═════ PROVIDED INFORMATION ═════
def _neighbour_light(fit: pd.DataFrame, good: np.ndarray, sigma_k: float, profile=None, tail=None) -> np.ndarray:
    """Light of the other fitted columns in the Gaussian-smoothed image at each column's position (vectorised).

    A column of amplitude A and width s smoothed by the kernel of width k peaks at A s^2 / (s^2 + k^2) with
    width sqrt(s^2 + k^2); the sum runs over pairs from one KD-tree query. ``profile`` (distances px, light per
    unit of the smoothed peak), measured on the image's own bright columns (``_tail_profile``), replaces the
    Gaussian fall-off wherever it holds more light: real columns have tails a Gaussian does not. ``tail``: the
    fits' core + tail profile (``refine_columns``), each component smoothed alike.
    """
    n = len(fit)
    light = np.zeros(n)
    idx = np.flatnonzero(good)
    if idx.size < 2:
        return light
    x = fit["x_px"].to_numpy()[idx]
    y = fit["y_px"].to_numpy()[idx]
    a = fit["amplitude"].to_numpy()[idx]
    comps = []
    for share, mult in _components(tail):
        s2 = (mult * fit["sigma_px"].to_numpy()[idx]) ** 2 + sigma_k**2
        comps.append((share * a * (s2 - sigma_k**2) / s2 if share != 1.0 else a * (s2 - sigma_k**2) / s2, s2))
    reach = 4.0 * float(np.sqrt(max(np.nanmax(c[1]) for c in comps)))
    if profile is not None:
        r_p, p_p = np.asarray(profile[0]), np.asarray(profile[1])
        reach = max(reach, float(r_p[-1]))
    pairs = cKDTree(np.c_[x, y]).query_pairs(reach, output_type="ndarray")
    if pairs.size == 0:
        return light
    i, j = pairs[:, 0], pairs[:, 1]
    d2 = (x[i] - x[j]) ** 2 + (y[i] - y[j]) ** 2
    emp = np.interp(np.sqrt(d2), r_p, p_p, right=0.0) if profile is not None else 0.0
    for c, (peak, s2) in enumerate(comps):
        fall_j, fall_i = np.exp(-0.5 * d2 / s2[j]), np.exp(-0.5 * d2 / s2[i])
        if profile is not None and c == 0:  # the measured extra light, once per column
            fall_j, fall_i = fall_j + emp, fall_i + emp
        np.add.at(light, idx[i], peak[j] * fall_j)
        np.add.at(light, idx[j], peak[i] * fall_i)
    return light


#: the smoothed light around bright columns is measured out to this many spacings, on this many directions; the
#: median over directions leaves out the neighbours, the median over columns the noise
TAIL_REACH_SPACINGS, TAIL_ANGLES, TAIL_MIN_COLUMNS = 2.0, 16, 20


def _tail_profile(work, fit, good, settings, background, tail=None):
    """Light a column adds to the smoothed image beyond its fitted model, per unit of its smoothed peak.

    Returns ``[r_px, extra]`` or None when fewer than ``TAIL_MIN_COLUMNS`` bright fits. The Gaussians of every
    fitted column are subtracted from the image; the smoothed residual around the bright columns, less the
    detection's background (``background``: its coarse grid, block size and window origin), median over
    ``TAIL_ANGLES`` directions (a neighbour's misfit sits in a few of them) and over the columns, is the tail a
    Gaussian does not describe (a sharp channelling core with long tails, a probe tail).
    The significance test of a candidate subtracts it with the Gaussian (``_neighbour_light``). ``tail``: the fits'
    core + tail profile (``refine_columns``), part of the fitted model.
    """
    amp = fit["amplitude"].to_numpy()
    bright = good & np.isfinite(amp) & (amp > FREE_WIDTH_Z * fit["amplitude_err"].to_numpy())
    idx = np.flatnonzero(bright)
    if idx.size < TAIL_MIN_COLUMNS:
        return None
    k = settings.sigma
    smooth = _correlate.gaussian_filter(work.astype(np.float32) - _model_image(work.shape, fit, good, tail), k)
    idx = idx[np.argsort(amp[idx])[::-1][:400]]
    r = np.arange(0.0, TAIL_REACH_SPACINGS * settings.spacing + 0.5, 0.5)
    th = np.linspace(0.0, 2.0 * np.pi, TAIL_ANGLES, endpoint=False)
    x = fit["x_px"].to_numpy()[idx][:, None, None] + r[None, :, None] * np.cos(th)[None, None, :]
    y = fit["y_px"].to_numpy()[idx][:, None, None] + r[None, :, None] * np.sin(th)[None, None, :]
    vals = _correlate.bilinear(smooth, y, x)
    peak = 0.0
    for share, mult in _components(tail):
        s2 = (mult * fit["sigma_px"].to_numpy()[idx]) ** 2
        peak = peak + share * amp[idx] * s2 / (s2 + k * k) if share != 1.0 else amp[idx] * s2 / (s2 + k * k)
    # the residual above the detection's background (estimated away from the columns): a fit's own constant
    # background would have absorbed the tail
    bg = _coarse_background(*background, y.ravel(), x.ravel()).reshape(x.shape)
    extra = np.median(np.median(vals - bg, axis=2) / peak[:, None], axis=0)
    # never negative, and never rising outwards: the envelope of what lies farther out (a conservative tail)
    extra = np.maximum.accumulate(np.clip(extra, 0.0, None)[::-1])[::-1]
    return [r.tolist(), extra.tolist()]


def _model_image(shape, fit, good, tail=None):
    """The fitted columns as sampled Gaussians (over 4 widths; core and tail for a ``tail``, see
    ``refine_columns``), without background, float32."""
    h, w = shape
    model = np.zeros(shape, np.float32)
    xs, ys = fit["x_px"].to_numpy()[good], fit["y_px"].to_numpy()[good]
    a, sg = fit["amplitude"].to_numpy()[good], fit["sigma_px"].to_numpy()[good]
    if not xs.size:
        return model
    for share, mult in _components(tail):
        _add_gaussians(model, xs, ys, a if share == 1.0 else share * a, mult * sg)
    return model


def _add_gaussians(model, xs, ys, a, sg):
    """Add sampled Gaussians of peak ``a`` and width ``sg`` (over 4 widths) to the float32 ``model`` in place."""
    h, w = model.shape
    r = int(math.ceil(4.0 * np.nanmax(sg)))
    cx, cy = np.rint(xs), np.rint(ys)
    # a footprint whose centre lies more than r px outside the image misses it; every other one fits a canvas with a
    # margin of 2 r + 1 px, drawn without masking and then cropped
    near = (cx >= -r - 1) & (cx <= w + r) & (cy >= -r - 1) & (cy <= h + r)
    xs, ys, a, sg = xs[near], ys[near], a[near], sg[near]
    off = np.arange(-r, r + 1)
    px = cx[near].astype(np.int64)[:, None] + off[None, :]
    py = cy[near].astype(np.int64)[:, None] + off[None, :]
    # separable: two rows of exponentials per column instead of a square of them
    gx = np.exp(-0.5 * (px - xs[:, None]) ** 2 / sg[:, None] ** 2)
    gy = a[:, None] * np.exp(-0.5 * (py - ys[:, None]) ** 2 / sg[:, None] ** 2)
    m = 2 * r + 1
    canvas = np.zeros((h + 2 * m, w + 2 * m))
    _correlate.add_patches(canvas, py[:, 0] + m, px[:, 0] + m, gy, gx)
    model += canvas[m:m + h, m:m + w]
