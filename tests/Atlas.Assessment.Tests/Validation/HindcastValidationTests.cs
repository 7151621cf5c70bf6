using Atlas.Assessment.Validation;
using Atlas.Statistics;

namespace Atlas.Assessment.Tests.Validation;

public class HindcastValidationTests
{
    private static long At(int year, int month, int day) => UnixSeconds.Of(new DateTime(year, month, day, 0, 0, 0, DateTimeKind.Utc));

    [Fact]
    public void SeasonsGatherTheirMonthsAcrossYears()
    {
        // Hand-assigned: December 2020 and January/February 2021 are DJF; May is MAM; July JJA; October SON.
        long[] times = [At(2020, 12, 5), At(2021, 1, 5), At(2021, 2, 5), At(2021, 5, 5), At(2021, 7, 5), At(2021, 10, 5), At(2021, 12, 31)];
        double[] observed = [1, 2, 3, 4, 5, 6, 7];
        double[] modelled = [1.5, 2.5, 3.5, 4, 5, 6, 8];
        var report = HindcastValidation.Assess(MatchedSeries.FromPairs(times, observed, modelled, false));

        var djf = report.BySeason.Single(s => s.Season == AtlasPeriod.Djf).Scores;
        Assert.Equal(4, djf.Count);
        Assert.Equal((0.5 + 0.5 + 0.5 + 1.0) / 4, djf.Bias, 1e-12);
        Assert.Equal(1, report.BySeason.Single(s => s.Season == AtlasPeriod.Mam).Scores.Count);
        Assert.Equal(0.0, report.BySeason.Single(s => s.Season == AtlasPeriod.Son).Scores.Bias);
        Assert.Equal(7, report.Overall.Count);
    }

    [Fact]
    public void ObservedHeightClassesRunFromEachBoundToTheNextWithAnOpenLastClass()
    {
        double[] observed = [0.2, 0.99, 1.0, 2.5, 3.9, 4.0, 7.5];
        var times = Enumerable.Range(0, observed.Length).Select(i => At(2021, 1, 1) + i * 3600L).ToArray();
        var report = HindcastValidation.Assess(MatchedSeries.FromPairs(times, observed, observed, false));

        Assert.Equal([2, 1, 1, 1, 2], report.ByObservedClass.Select(c => c.Scores.Count));
        Assert.True(double.IsPositiveInfinity(report.ByObservedClass[^1].UpperBound));
        Assert.Equal(99, report.Quantiles.Count);
        Assert.Equal(observed.Length, report.Pairs.Count);
    }

    [Fact]
    public void DirectionSeriesGetsCircularScoresPerSeason()
    {
        long[] times = [At(2021, 1, 1), At(2021, 7, 1)];
        var report = HindcastValidation.AssessDirection(MatchedSeries.FromPairs(times, [350, 90], [10, 80], true));

        Assert.Equal(20.0, report.BySeason.Single(s => s.Season == AtlasPeriod.Djf).Scores.CircularBiasDegrees, 1e-9);
        Assert.Equal(-10.0, report.BySeason.Single(s => s.Season == AtlasPeriod.Jja).Scores.CircularBiasDegrees, 1e-9);
        Assert.Throws<ArgumentException>(() => HindcastValidation.Assess(report.Pairs));
    }
}
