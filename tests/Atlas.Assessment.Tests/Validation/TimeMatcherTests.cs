using System.Text.Json;
using Atlas.Assessment.Validation;

namespace Atlas.Assessment.Tests.Validation;

/// <summary>Runs numpy.interp once for the class on irregular model times.</summary>
public sealed class TimeMatcherReference
{
    // Irregular model steps (1 h, 2 h, 3 h, 30 min ...) and observations between them.
    public long[] ModelTimes { get; } = [0, 3600, 10800, 21600, 23400, 27000, 30600];
    public double[] ModelValues { get; } = [1.0, 1.4, 0.9, 2.2, 2.5, 1.7, 1.1];
    public long[] ObservedTimes { get; } = [600, 3600, 5000, 9000, 15000, 17000, 22000, 25000, 28800];
    public double[] Interpolated { get; }

    public TimeMatcherReference()
    {
        var result = ReferencePython.Run("""
            import json, sys
            import numpy as np
            d = json.load(sys.stdin)
            print(json.dumps({"values": np.interp(d["obs"], d["t"], d["v"]).tolist()}))
            """, new { t = ModelTimes, v = ModelValues, obs = ObservedTimes });
        Interpolated = result.Doubles("values");
    }
}

public class TimeMatcherTests(TimeMatcherReference reference) : IClassFixture<TimeMatcherReference>
{
    [Fact]
    public void IrregularModelStepsAreInterpolatedLinearlyInTimeAsNumpyInterp()
    {
        // A tolerance wide enough for the 3 h steps, so every observation is matched.
        var matcher = new TimeMatcher(toleranceHours: 3);
        var observed = Enumerable.Repeat(1.0, reference.ObservedTimes.Length).ToArray();

        var pairs = matcher.Match(reference.ObservedTimes, observed, [], reference.ModelTimes, reference.ModelValues, isCircular: false);

        Assert.Equal(reference.ObservedTimes.Length, pairs.Counts.Matched);
        // Reference: numpy.interp (NumPy 1.24, Debian); tolerance 1e-12 (both are the same linear formula).
        for (int i = 0; i < pairs.Count; i++)
            Assert.Equal(reference.Interpolated[i], pairs.Modelled[i], 1e-12);
    }

    [Fact]
    public void ObservationFartherThanToleranceFromABracketingStepIsAModelGap()
    {
        // Default tolerance 1.5 h. Hourly model steps with a 4 h hole after 03:00, then 10:00 and 13:00.
        long h = 3600;
        long[] model = [0, h, 2 * h, 3 * h, 7 * h, 8 * h, 10 * h, 13 * h];
        double[] values = [1, 2, 3, 4, 5, 6, 7, 8];
        long[] obs = [h / 2, 9 * h / 4, 7 * h / 2, 5 * h, 6 * h, 15 * h / 2, 23 * h / 2, 41040];
        var pairs = new TimeMatcher().Match(obs, [1, 1, 1, 1, 1, 1, 1, 1], [], model, values, false);

        // Hand count: 00:30, 02:15 and 07:30 sit between hourly steps; 11:30 is exactly 1.5 h from 10:00 and
        // 13:00 (the bound is inclusive). 03:30, 05:00 and 06:00 have a neighbour 3.5, 2 and 3 h away, and
        // 11:24 (41040 s) is 1.6 h from 13:00: four model gaps.
        Assert.Equal(new MatchCounts(8, 4, 0, 0, 0, 4, 0), pairs.Counts);
        Assert.Equal([h / 2, 9 * h / 4, 15 * h / 2, 23 * h / 2], pairs.TimesUnixSeconds.ToArray());
        Assert.Equal([1.5, 3.25, 5.5, 7.5], pairs.Modelled.ToArray());
    }

    [Fact]
    public void WiderToleranceBridgesTheGap()
    {
        long h = 3600;
        var pairs = new TimeMatcher(toleranceHours: 9).Match([9 * h], [1.0], [], [6 * h, 15 * h], [3.0, 6.0], false);

        Assert.Equal(1, pairs.Counts.Matched);
        Assert.Equal(4.0, pairs.Modelled[0], 1e-12);
        Assert.Equal(1.5, TimeMatcher.DefaultToleranceHours);
    }

    [Fact]
    public void UnmatchedObservationsAreCountedByReason()
    {
        long h = 3600;
        long[] model = [0, h, 2 * h, 3 * h];
        double[] values = [1, double.NaN, 2, 2];
        long[] obs = [-h, h / 2, 2 * h + h / 2, 3 * h, 4 * h, 2 * h];
        double[] observed = [1, 1, 1, double.NaN, 1, 1];
        bool[] flagged = [false, false, false, false, false, true];

        var pairs = new TimeMatcher().Match(obs, observed, flagged, model, values, false);

        // -1 h and 4 h outside; 0.5 h brackets a NaN step; 3 h observation is NaN; 2 h flagged; 2.5 h matched.
        Assert.Equal(new MatchCounts(6, 1, 1, 1, 2, 0, 1), pairs.Counts);
        Assert.Equal(5, pairs.Counts.Unmatched);
    }

    [Fact]
    public void ObservationExactlyOnAStepUsesThatStepAlone()
    {
        long h = 3600;
        var pairs = new TimeMatcher().Match([h], [1.0], [], [0, h, 2 * h], [double.NaN, 7.0, double.NaN], false);

        Assert.Equal(7.0, Assert.Single(pairs.Modelled.ToArray()));
    }

    [Fact]
    public void DirectionIsInterpolatedAlongTheShorterArcAcrossNorth()
    {
        long h = 3600;
        // Hand-computed: 350 -> 10 degrees crosses north; a quarter of the way is 355, halfway is 0.
        var pairs = new TimeMatcher().Match([h / 4, h / 2], [0, 0], [], [0, h], [350, 10], isCircular: true);

        Assert.Equal(355.0, pairs.Modelled[0], 1e-9);
        Assert.Equal(0.0, pairs.Modelled[1], 1e-9);
        Assert.True(pairs.IsCircular);
    }

    [Fact]
    public void StationRecordFlagsAreHonoured()
    {
        using var reader = TestData.Open("station_good.csv");
        var record = StationRecordCsv.Parse(reader, "station_good.csv");
        long start = record.Observations[0].TimeUnixSeconds;
        long[] model = [.. Enumerable.Range(0, 6).Select(i => start + i * 3600L)];
        double[] hs = [1.0, 1.1, 1.2, 1.3, 1.4, 1.5];

        var pairs = new TimeMatcher().Match(record, WaveParameter.Hs, model, hs);
        var tp = new TimeMatcher().Match(record, WaveParameter.Tp, model, hs);

        Assert.Equal(new MatchCounts(5, 4, 1, 0, 0, 0, 0), pairs.Counts);
        Assert.Equal(1, tp.Counts.ObservedMissing); // the 02:00 row has no Tp
    }

    [Fact]
    public void ModelTimesThatDoNotIncreaseAreRejected()
    {
        Assert.Throws<ArgumentException>(() => new TimeMatcher().Match([0], [1.0], [], [0, 0], [1.0, 1.0], false));
    }
}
═════
Set down, exactly as written, each line of the data from its opening line through the one containing "width sqrt(s^2 +". Output nothing more.

def _neighbour_light(fit: pd.DataFrame, good: np.ndarray, sigma_k: float, profile=None, tail=None) -> np.ndarray:
    """Light of the other fitted columns in the Gaussian-smoothed image at each column's position (vectorised).

    A column of amplitude A and width s smoothed by the kernel of width k peaks at A s^2 / (s^2 + k^2) with
    width sqrt(s^2 + k^2); the sum runs over pairs from one KD-tree query. ``profile`` (distances px, light per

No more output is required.